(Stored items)

BEGIN

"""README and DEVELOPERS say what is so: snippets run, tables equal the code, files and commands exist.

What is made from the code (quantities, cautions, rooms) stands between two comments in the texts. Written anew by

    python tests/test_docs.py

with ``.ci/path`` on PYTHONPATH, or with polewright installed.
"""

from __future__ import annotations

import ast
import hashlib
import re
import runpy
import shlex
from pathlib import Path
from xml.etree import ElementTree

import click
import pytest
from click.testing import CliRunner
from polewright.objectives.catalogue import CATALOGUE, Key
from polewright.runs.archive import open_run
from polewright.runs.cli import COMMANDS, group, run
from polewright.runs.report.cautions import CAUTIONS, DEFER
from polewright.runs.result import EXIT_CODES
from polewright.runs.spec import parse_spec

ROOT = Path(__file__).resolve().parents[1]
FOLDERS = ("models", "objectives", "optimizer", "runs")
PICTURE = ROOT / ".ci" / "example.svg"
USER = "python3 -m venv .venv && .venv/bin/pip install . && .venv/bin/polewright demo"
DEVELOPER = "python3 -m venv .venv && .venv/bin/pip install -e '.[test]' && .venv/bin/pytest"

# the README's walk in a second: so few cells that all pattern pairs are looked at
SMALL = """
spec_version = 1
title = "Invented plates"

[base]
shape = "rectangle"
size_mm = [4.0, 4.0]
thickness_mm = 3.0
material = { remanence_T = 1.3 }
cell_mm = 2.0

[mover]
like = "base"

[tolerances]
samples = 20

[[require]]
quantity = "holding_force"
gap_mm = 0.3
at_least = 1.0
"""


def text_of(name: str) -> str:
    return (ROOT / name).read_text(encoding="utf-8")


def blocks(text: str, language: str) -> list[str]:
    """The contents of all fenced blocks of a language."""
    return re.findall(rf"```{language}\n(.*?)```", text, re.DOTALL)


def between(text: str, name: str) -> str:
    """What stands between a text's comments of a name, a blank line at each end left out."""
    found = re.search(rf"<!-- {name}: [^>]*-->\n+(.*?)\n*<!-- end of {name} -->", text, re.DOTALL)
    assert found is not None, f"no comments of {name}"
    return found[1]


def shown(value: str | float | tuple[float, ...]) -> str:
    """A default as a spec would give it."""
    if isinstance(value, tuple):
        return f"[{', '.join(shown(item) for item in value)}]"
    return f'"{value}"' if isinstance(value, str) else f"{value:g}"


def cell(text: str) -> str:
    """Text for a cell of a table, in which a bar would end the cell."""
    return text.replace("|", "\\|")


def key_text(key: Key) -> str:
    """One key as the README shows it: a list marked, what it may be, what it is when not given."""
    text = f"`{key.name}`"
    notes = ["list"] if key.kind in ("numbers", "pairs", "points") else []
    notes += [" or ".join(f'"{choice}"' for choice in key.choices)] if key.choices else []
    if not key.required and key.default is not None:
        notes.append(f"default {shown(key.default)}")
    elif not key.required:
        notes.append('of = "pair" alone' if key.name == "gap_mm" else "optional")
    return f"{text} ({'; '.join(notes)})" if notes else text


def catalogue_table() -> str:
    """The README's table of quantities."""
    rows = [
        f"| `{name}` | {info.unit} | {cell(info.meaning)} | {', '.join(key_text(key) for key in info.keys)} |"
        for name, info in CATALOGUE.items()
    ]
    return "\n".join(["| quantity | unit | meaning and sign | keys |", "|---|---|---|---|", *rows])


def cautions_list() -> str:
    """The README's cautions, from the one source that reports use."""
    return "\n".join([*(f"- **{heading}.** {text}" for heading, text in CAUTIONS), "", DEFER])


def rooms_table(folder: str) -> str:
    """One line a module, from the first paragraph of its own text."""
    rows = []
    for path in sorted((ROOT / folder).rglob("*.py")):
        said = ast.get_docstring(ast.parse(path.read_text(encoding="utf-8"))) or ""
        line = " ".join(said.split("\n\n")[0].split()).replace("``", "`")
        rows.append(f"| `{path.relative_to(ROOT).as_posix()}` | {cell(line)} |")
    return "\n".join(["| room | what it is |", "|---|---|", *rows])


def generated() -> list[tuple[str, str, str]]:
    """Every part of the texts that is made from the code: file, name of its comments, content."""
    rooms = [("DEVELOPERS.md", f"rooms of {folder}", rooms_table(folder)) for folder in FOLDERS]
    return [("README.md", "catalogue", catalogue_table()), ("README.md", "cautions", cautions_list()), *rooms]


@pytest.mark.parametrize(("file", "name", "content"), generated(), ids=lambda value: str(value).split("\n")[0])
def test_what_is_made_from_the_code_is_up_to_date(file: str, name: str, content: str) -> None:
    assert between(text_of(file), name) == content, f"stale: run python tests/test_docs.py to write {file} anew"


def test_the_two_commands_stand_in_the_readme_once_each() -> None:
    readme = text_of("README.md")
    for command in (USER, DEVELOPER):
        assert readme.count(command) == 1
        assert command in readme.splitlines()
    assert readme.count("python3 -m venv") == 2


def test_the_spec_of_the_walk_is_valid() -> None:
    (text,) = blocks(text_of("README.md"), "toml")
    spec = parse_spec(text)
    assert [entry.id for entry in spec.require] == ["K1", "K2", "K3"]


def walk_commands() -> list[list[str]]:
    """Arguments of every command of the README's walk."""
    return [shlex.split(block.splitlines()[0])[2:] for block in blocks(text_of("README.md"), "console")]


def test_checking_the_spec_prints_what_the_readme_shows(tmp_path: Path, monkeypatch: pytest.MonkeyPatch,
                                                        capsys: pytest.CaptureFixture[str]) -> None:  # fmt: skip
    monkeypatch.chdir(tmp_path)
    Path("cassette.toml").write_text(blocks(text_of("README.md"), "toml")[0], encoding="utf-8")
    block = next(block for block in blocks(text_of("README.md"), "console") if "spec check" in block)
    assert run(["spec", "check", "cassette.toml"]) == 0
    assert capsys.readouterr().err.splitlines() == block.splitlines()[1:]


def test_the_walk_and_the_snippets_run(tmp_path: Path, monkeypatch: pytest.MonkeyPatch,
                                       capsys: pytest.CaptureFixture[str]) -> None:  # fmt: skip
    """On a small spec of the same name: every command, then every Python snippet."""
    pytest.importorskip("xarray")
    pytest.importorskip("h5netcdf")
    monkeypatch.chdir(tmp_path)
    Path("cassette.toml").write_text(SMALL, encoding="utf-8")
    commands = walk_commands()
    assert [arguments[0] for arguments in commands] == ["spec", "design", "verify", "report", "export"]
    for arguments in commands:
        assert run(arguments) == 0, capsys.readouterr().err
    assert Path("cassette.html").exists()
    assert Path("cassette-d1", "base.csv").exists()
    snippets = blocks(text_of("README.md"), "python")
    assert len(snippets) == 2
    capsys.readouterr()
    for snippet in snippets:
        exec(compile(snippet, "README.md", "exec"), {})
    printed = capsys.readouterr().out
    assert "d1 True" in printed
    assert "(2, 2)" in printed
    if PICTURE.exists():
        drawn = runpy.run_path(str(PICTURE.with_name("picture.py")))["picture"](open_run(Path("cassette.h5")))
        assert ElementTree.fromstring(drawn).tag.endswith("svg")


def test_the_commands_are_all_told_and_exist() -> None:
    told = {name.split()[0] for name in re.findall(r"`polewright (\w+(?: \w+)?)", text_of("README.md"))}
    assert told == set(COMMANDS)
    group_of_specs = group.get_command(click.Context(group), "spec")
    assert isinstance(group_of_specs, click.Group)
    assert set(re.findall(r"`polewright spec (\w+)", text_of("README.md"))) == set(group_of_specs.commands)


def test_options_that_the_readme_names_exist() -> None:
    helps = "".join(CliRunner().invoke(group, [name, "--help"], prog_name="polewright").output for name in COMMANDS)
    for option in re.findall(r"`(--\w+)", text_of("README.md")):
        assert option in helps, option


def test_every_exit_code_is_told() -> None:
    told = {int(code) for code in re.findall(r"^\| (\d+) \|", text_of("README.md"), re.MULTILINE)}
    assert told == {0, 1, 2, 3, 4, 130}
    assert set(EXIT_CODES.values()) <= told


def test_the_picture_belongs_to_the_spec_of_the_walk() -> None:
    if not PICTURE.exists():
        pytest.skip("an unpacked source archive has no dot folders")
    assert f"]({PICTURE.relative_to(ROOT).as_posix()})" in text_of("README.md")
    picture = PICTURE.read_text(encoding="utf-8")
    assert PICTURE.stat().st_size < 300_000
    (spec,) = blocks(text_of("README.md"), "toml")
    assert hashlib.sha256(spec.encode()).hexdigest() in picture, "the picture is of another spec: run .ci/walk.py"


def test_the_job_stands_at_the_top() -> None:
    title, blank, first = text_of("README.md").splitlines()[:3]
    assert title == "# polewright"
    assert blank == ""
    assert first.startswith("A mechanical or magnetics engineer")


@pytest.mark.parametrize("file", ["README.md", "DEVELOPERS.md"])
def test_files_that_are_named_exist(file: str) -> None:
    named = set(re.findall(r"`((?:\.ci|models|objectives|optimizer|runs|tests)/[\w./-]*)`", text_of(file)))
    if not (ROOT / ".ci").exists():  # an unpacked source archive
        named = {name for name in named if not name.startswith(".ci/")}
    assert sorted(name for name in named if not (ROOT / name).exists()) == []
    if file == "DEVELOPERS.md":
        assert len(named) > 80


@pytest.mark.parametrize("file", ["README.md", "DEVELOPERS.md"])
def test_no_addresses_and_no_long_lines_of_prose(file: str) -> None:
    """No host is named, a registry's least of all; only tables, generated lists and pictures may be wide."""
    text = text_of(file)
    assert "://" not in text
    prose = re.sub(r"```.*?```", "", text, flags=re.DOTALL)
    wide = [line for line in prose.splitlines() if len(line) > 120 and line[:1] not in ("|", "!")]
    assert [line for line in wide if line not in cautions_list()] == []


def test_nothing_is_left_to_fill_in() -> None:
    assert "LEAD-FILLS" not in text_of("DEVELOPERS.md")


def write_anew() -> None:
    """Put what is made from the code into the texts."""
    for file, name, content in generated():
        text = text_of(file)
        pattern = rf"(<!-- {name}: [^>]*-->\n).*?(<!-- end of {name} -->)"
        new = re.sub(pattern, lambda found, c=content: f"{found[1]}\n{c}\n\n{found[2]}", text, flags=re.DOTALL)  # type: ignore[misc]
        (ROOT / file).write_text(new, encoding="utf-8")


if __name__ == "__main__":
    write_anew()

END

## YOUR OBJECTIVE
The line containing "[^>]*-->\n).*?(<!-- end of" and all lines after it, through the end of the entries above, are to be returned exactly and alone.

## SOLUTION
        pattern = rf"(<!-- {name}: [^>]*-->\n).*?(<!-- end of {name} -->)"
        new = re.sub(pattern, lambda found, c=content: f"{found[1]}\n{c}\n\n{found[2]}", text, flags=re.DOTALL)  # type: ignore[misc]
        (ROOT / file).write_text(new, encoding="utf-8")


if __name__ == "__main__":
    write_anew()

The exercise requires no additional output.